Copy out each line below containing "DELETE".

Stored items
-- Opening Marker --
// SPDX-License-Identifier: GPL-3.0-or-later
#include "db/revision.h"

#include <QFile>
#include <QJsonDocument>
#include <QTemporaryDir>

#include "db/journal.h"
#include "db/shop_file.h"
#include "db/sql.h"
#include "db/store.h"
#include "words.h"

using namespace soak;

namespace {

const QDate kDay(2025, 4, 2);
const Act kQuality{"quality manager", "2025-04-02", "reviewed with the metallurgist"};
const Act kMetallurgist{"metallurgist", "2025-04-01", "15 K more for sigma"};

Cycle cycleAt(double setpoint_C, int made_from) {
    Cycle cycle;
    cycle.name = "SA-22";
    cycle.kind = "solution-anneal";
    cycle.grades = {"1.4462"};
    cycle.setpoint_C = setpoint_C;
    cycle.revision = made_from;
    cycle.limits = {{"dissolved", "sigma", std::nullopt, std::nullopt, 20, "toughness", "common practice"}};
    return cycle;
}

Sheet sheetFrom(int revision) {
    Sheet sheet;
    sheet.heat = "D7718";
    sheet.cycle = "SA-22";
    sheet.cycle_revision = revision;
    sheet.content = "{}";
    sheet.issued_by = "quality manager";
    return sheet;
}

struct Place {
    QTemporaryDir folder;
    Store store = must(Store::create(folder.filePath("a.store")));
};

}  // namespace

TEST_CASE("a draft changes nothing at the furnace until it is approved", "[revision]") {
    Place shop;
    CHECK(must(draftCycle(shop.store, cycleAt(1050, 0), kMetallurgist)) == 1);
    CHECK_THAT(refusal(shop.store.issueSheet(sheetFrom(1), kDay)), Catch::Contains("revision 1 is a draft"));
    must(approveCycle(shop.store, "SA-22", 1, kQuality));
    CHECK(must(shop.store.issueSheet(sheetFrom(1), kDay)).revision == "A");
    CHECK(must(draftCycle(shop.store, cycleAt(1065, 1), kMetallurgist)) == 2);
    CHECK(must(shop.store.cycle("SA-22")).setpoint_C == 1050);
    CHECK_THAT(refusal(shop.store.issueSheet(sheetFrom(2), kDay)), Catch::Contains("revision 2 is a draft"));
    CHECK_THAT(refusal(shop.store.issueSheet(sheetFrom(9), kDay)), Catch::Contains("not in the store"));
    must(approveCycle(shop.store, "SA-22", 2, kQuality));
    CHECK(must(shop.store.cycle("SA-22")).setpoint_C == 1065);
    must(withdrawCycle(shop.store, "SA-22", 2, kQuality));
    CHECK(must(shop.store.cycle("SA-22")).revision == 1);
    CHECK_THAT(refusal(shop.store.issueSheet(sheetFrom(2), kDay)), Catch::Contains("withdrawn"));

    const std::vector<CycleRevision> revisions = must(cycleRevisions(shop.store, "SA-22"));
    REQUIRE(revisions.size() == 2);
    CHECK(revisions[1].state() == "withdrawn");
    REQUIRE(revisions[1].steps.size() == 3);
    CHECK(revisions[1].steps[0].who == "metallurgist");
    CHECK(revisions[1].steps[0].why == "15 K more for sigma");
    CHECK(cycleDifferences(revisions[0].cycle, revisions[1].cycle) == QStringList{"setpoint 1050 -> 1065 °C"});
    CHECK_THAT(refusal(cycleRevisions(shop.store, "SA-99")), Catch::Contains("not in the store"));
}

TEST_CASE("a frozen cycle waits for its customer", "[revision]") {
    Place shop;
    must(draftCycle(shop.store, cycleAt(1050, 0), kMetallurgist));
    CHECK_THAT(refusal(freezeCycle(shop.store, "SA-22", 1, "K", kQuality)),
               Catch::Contains("is draft and cannot be frozen"));
    must(approveCycle(shop.store, "SA-22", 1, kQuality));
    CHECK_THAT(refusal(freezeCycle(shop.store, "SA-22", 1, " ", kQuality)), Catch::Contains("name one"));
    must(freezeCycle(shop.store, "SA-22", 1, "Customer K", kQuality));
    CHECK(must(shop.store.issueSheet(sheetFrom(1), kDay)).revision == "A");
    must(draftCycle(shop.store, cycleAt(1065, 1), kMetallurgist));
    CHECK_THAT(refusal(approveCycle(shop.store, "SA-22", 2, kQuality)),
               Catch::Contains("revision 1 for Customer K is frozen"));
    CHECK_THAT(refusal(unfreezeCycle(shop.store, "SA-22", 1, {"quality manager", "", ""})),
               Catch::Contains("a reason is needed"));
    must(unfreezeCycle(shop.store, "SA-22", 1, {"quality manager", "2025-05-01", "leave of Customer K, letter 17"}));
    must(approveCycle(shop.store, "SA-22", 2, kQuality));
    CHECK(must(shop.store.cycle("SA-22")).revision == 2);
}

TEST_CASE("two stations that change one cycle see each other, and neither loses work", "[revision]") {
    Place shop;
    Store other = must(Store::open(shop.store.path()));
    must(draftCycle(shop.store, cycleAt(1050, 0), kMetallurgist));
    must(draftCycle(other, cycleAt(1060, 1), {"bay 1", "2025-04-02", ""}));
    const std::string words = refusal(draftCycle(shop.store, cycleAt(1070, 1), kMetallurgist));
    CHECK_THAT(words, Catch::Contains("revision 2 was stored meanwhile by bay 1"));
    CHECK_THAT(words, Catch::Contains("setpoint 1060 -> 1070 °C"));
    CHECK(must(cycleRevisions(other, "SA-22")).size() == 2);
    must(draftCycle(shop.store, cycleAt(1070, 2), kMetallurgist));
    CHECK_THAT(refusal(draftCycle(other, cycleAt(1000, 0), kQuality)), Catch::Contains("revision 3 was stored"));
}

TEST_CASE("the journal keeps who, when and why, and shows every attempt on it", "[journal]") {
    Place shop;
    must(draftCycle(shop.store, cycleAt(1050, 0), kMetallurgist));
    must(approveCycle(shop.store, "SA-22", 1, kQuality));
    CHECK_FALSE(approveCycle(shop.store, "SA-22", 1, kQuality));
    must(shop.store.issueSheet(sheetFrom(1), kDay));
    const std::vector<JournalEntry> entries = must(journal(shop.store));
    REQUIRE(entries.size() == 3);
    CHECK(entries[0].detail.contains("\"setpoint_C\":1050"));
    const Cycle kept = must(cycleFrom(QJsonDocument::fromJson(entries[0].detail).object()));
    CHECK(kept.setpoint_C == 1050);
    CHECK(kept.limits.size() == 1);
    CHECK(entries[1].who == "quality manager");
    CHECK(entries[1].why == "reviewed with the metallurgist");
    CHECK(entries[2].which == "2025-0001 A");
    CHECK(must(journal(shop.store, "sheet")).size() == 1);
    CHECK(must(shop.store.check()).isEmpty());

    const auto tamper = [&](const QString& sql) {
        Transaction transaction(shop.store.database(), shop.store.path(), "tampering");
        transaction.run(sql);
        return transaction.commit();
    };
    CHECK_THAT(refusal(tamper("DELETE FROM journal WHERE number = 2")),
               Catch::Contains("cannot be changed or removed"));
    CHECK_THAT(refusal(tamper("UPDATE journal SET who = 'nobody'")), Catch::Contains("cannot be changed or removed"));
    CHECK_THAT(refusal(tamper("DELETE FROM cycle_step")), Catch::Contains("cannot be changed or removed"));
    must(tamper("DROP TRIGGER journal_content_stays"));
    must(tamper("UPDATE journal SET why = 'no reason' WHERE number = 2"));
    CHECK(must(shop.store.check()) ==
          QStringList{
              "journal entry 2 (cycle SA-22 revision 1, approved) is not what was written, or one before it is gone"});
    must(tamper("UPDATE journal SET why = 'reviewed with the metallurgist' WHERE number = 2"));
    CHECK(must(shop.store.check()).isEmpty());
    must(tamper("DROP TRIGGER journal_stays"));
    must(tamper("DELETE FROM journal WHERE number = 2"));
    CHECK(must(shop.store.check()) == QStringList{"the journal has a gap: entry 1 is followed by 3"});
    // Fields run into each other must not hash alike.
    JournalEntry one{1, "ab", "c", "", "", "", "", "", ""}, two{1, "a", "bc", "", "", "", "", "", ""};
    CHECK(journalHash("", one) != journalHash("", two));
}

TEST_CASE("roles bind only when they are switched on, and then everybody", "[people]") {
    Place shop;
    const Act setup{"owner", "2025-04-02", "setting up"};
    must(draftCycle(shop.store, cycleAt(1050, 0), {}));
    CHECK_THAT(refusal(switchRoles(shop.store, true, setup)), Catch::Contains("need an administrator first"));
    CHECK_THAT(refusal(setPerson(shop.store, {"Ada", {"boss"}, true}, "long enough", setup)),
               Catch::Contains("is no role"));
    CHECK_THAT(refusal(setPerson(shop.store, {"Ada", {"approver"}, true}, "short", setup)),
               Catch::Contains("at least 8"));
    CHECK_THAT(refusal(setPerson(shop.store, {"Ada", {"approver"}, true}, "", setup)),
               Catch::Contains("needs a password"));
    must(setPerson(shop.store, {"Ada", {"administrator"}, true}, "correct horse", setup));
    must(setPerson(shop.store, {"Ben", {"inspector"}, true}, "battery staple", setup));
    must(setPerson(shop.store, {"Cem", {"approver"}, true}, "another one", setup));
    must(switchRoles(shop.store, true, setup));

    CHECK_THAT(refusal(approveCycle(shop.store, "SA-22", 1, {"Ben", "", "it is fine"})),
               Catch::Contains("Ben may not approve"));
    CHECK_THAT(refusal(approveCycle(shop.store, "SA-22", 1, {"Zoe", "", "it is fine"})),
               Catch::Contains("Zoe may not"));
    CHECK_THAT(refusal(shop.store.storeHeats({}, "f", kDay)),
               Catch::Contains("somebody who is not signed in may not enter"));
    must(approveCycle(shop.store, "SA-22", 1, {"Cem", "2025-04-02", ""}));
    CHECK_THAT(refusal(draftCycle(shop.store, cycleAt(1060, 1), {"Ada", "", ""})),
               Catch::Contains("Ada may not draft"));
    Sheet sheet = sheetFrom(1);
    sheet.issued_by = "Ben";
    CHECK_THAT(refusal(shop.store.issueSheet(sheet, kDay)),
               Catch::Contains("Ben may not approve, withdraw, freeze or issue"));
    sheet.issued_by = "Cem";
    must(shop.store.issueSheet(sheet, kDay));

    CHECK(must(signIn(shop.store, "Ben", "battery staple")).roles == QStringList{"inspector"});
    CHECK(refusal(signIn(shop.store, "Ben", "battery stapl")) == "name or password is wrong");
    CHECK(refusal(signIn(shop.store, "Nobody", "x")) == "name or password is wrong");
    CHECK_THAT(refusal(setPerson(shop.store, {"Ada", {"administrator"}, false}, "", {"Ada", "", ""})),
               Catch::Contains("the last administrator stays"));
    must(setPerson(shop.store, {"Ben", {"inspector"}, false}, "", {"Ada", "", "left"}));
    CHECK_FALSE(signIn(shop.store, "Ben", "battery staple"));
    CHECK(must(people(shop.store)).size() == 3);
    CHECK_THAT(refusal(switchRoles(shop.store, false, {"Ben", "", ""})), Catch::Contains("may not manage"));
    must(switchRoles(shop.store, false, {"Ada", "", "one man again"}));
    must(shop.store.storeHeats({}, "f", kDay));
    CHECK(must(shop.store.check()).isEmpty());
    // The file holds no password.
    QFile file(shop.store.path());
    REQUIRE(file.open(QIODevice::ReadOnly));
    CHECK_FALSE(file.readAll().contains("battery staple"));
}
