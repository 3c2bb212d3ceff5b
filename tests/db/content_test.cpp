// SPDX-License-Identifier: GPL-3.0-or-later
#include "db/content.h"

#include "words.h"

using namespace soak;

namespace {

struct Case {
    const char* raw;
    AmountUnit unit;
    CellKind kind;
    double wt, digit_wt;
};

}  // namespace

TEST_CASE("a cell with a number is read in wt% and keeps its raw text", "[content]") {
    const Case cases[] = {
        {"0.048", AmountUnit::percent, CellKind::number, 0.048, 0.001},
        {"0,048", AmountUnit::percent, CellKind::number, 0.048, 0.001},
        {" 0,31 ", AmountUnit::percent, CellKind::number, 0.31, 0.01},
        {".5", AmountUnit::percent, CellKind::number, 0.5, 0.1},
        {"18", AmountUnit::percent, CellKind::number, 18, 1},
        {"0.82%", AmountUnit::percent, CellKind::number, 0.82, 0.01},
        {"0.82 wt.%", AmountUnit::percent, CellKind::number, 0.82, 0.01},
        {"1740 ppm", AmountUnit::percent, CellKind::number, 0.174, 0.0001},
        {"45 PPM", AmountUnit::percent, CellKind::number, 0.0045, 0.0001},
        {"1740", AmountUnit::ppm, CellKind::number, 0.174, 0.0001},
        {"0.174 %", AmountUnit::ppm, CellKind::number, 0.174, 0.001},
        {"35", AmountUnit::thousandth, CellKind::number, 0.035, 0.001},
        {"1,740", AmountUnit::percent, CellKind::number, 1.74, 0.001},
        {"<0.010", AmountUnit::percent, CellKind::censored, 0.01, 0.001},
        {"<0,01", AmountUnit::percent, CellKind::censored, 0.01, 0.01},
        {"< 1", AmountUnit::thousandth, CellKind::censored, 0.001, 0.001},
        {"\u2264 20 ppm", AmountUnit::percent, CellKind::censored, 0.002, 0.0001},
    };
    for (const Case& c : cases) {
        INFO(c.raw);
        const CellReading cell = readCell(c.raw, c.unit);
        CHECK(cell.kind == c.kind);
        REQUIRE(cell.content.wt);
        CHECK(*cell.content.wt == c.wt);  // the nearest double, not one next to it
        CHECK(cell.content.digit_wt == Approx(c.digit_wt));
        CHECK(cell.content.less_than == (c.kind == CellKind::censored));
        CHECK(cell.content.raw == QString(c.raw));
    }
}

TEST_CASE("a cell without a number never becomes one", "[content]") {
    for (const char* raw : {"nnw.", "n.n.", "n.d.", "N.N.", "trace", "Spuren", "not detected"}) {
        INFO(raw);
        const CellReading cell = readCell(raw);
        CHECK(cell.kind == CellKind::not_detected);
        CHECK(cell.content.less_than);
        CHECK_FALSE(cell.content.wt);
        CHECK_FALSE(cell.content.remark.isEmpty());
    }
    for (const char* raw : {"", "  ", "-", "\u2013", "--", "n.b."}) {
        INFO(raw);
        const CellReading cell = readCell(raw);
        CHECK(cell.kind == CellKind::missing);
        CHECK_FALSE(cell.content.less_than);
        CHECK_FALSE(cell.content.wt);
    }
    CHECK(readCell("Rest").kind == CellKind::balance);
}

TEST_CASE("what can be read two ways or not at all is refused with a reason", "[content]") {
    const std::pair<const char*, const char*> cases[] = {
        {"0.O21", "0.021 meant?"},       {"0,o21", "0.021 meant?"},
        {"-0.001", "instrument's zero"}, {"\u22120,002", "instrument's zero"},
        {"1.2.3", "not a number"},       {"5.2E+105", "spreadsheet"},
        {"0.017*", "not a number"},      {"1.740,5", "not a number"},
        {">0.1", "not a number"},        {"<-0.01", "instrument's zero"},
        {"nan", "not a number"},         {"inf", "not a number"},
        {"0x10", "not a number"},
    };
    for (const auto& [raw, reason] : cases) {
        INFO(raw);
        const CellReading cell = readCell(raw);
        CHECK(cell.kind == CellKind::refused);
        CHECK_FALSE(cell.content.wt);
        CHECK_THAT(cell.content.remark.toStdString(), Catch::Contains(reason));
        CHECK(cell.content.raw == QString(raw));
    }
    CHECK_THAT(readContent("1,740 ppm").remark.toStdString(), Catch::Contains("1.740 or 1740 ppm"));
    CHECK_THAT(readContent("1.740", AmountUnit::ppm).remark.toStdString(), Catch::Contains("1.740 or 1740 ppm"));
}

TEST_CASE("an amount is shown with the digits that were printed", "[content]") {
    CHECK(amountText(readContent("0,010")) == "0.010 wt%");
    CHECK(amountText(readContent("1740 ppm")) == "0.1740 wt%");
    CHECK(amountText(readContent("<0.005")) == "< 0.005 wt%");
    CHECK(amountText(readContent("-")).isEmpty());
}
-- Closing Marker --
* [Solved problem]
    CHECK_THAT(refusal(tamper("DELETE FROM journal WHERE number = 2")),
    CHECK_THAT(refusal(tamper("DELETE FROM cycle_step")), Catch::Contains("cannot be changed or removed"));
    must(tamper("DELETE FROM journal WHERE number = 2"));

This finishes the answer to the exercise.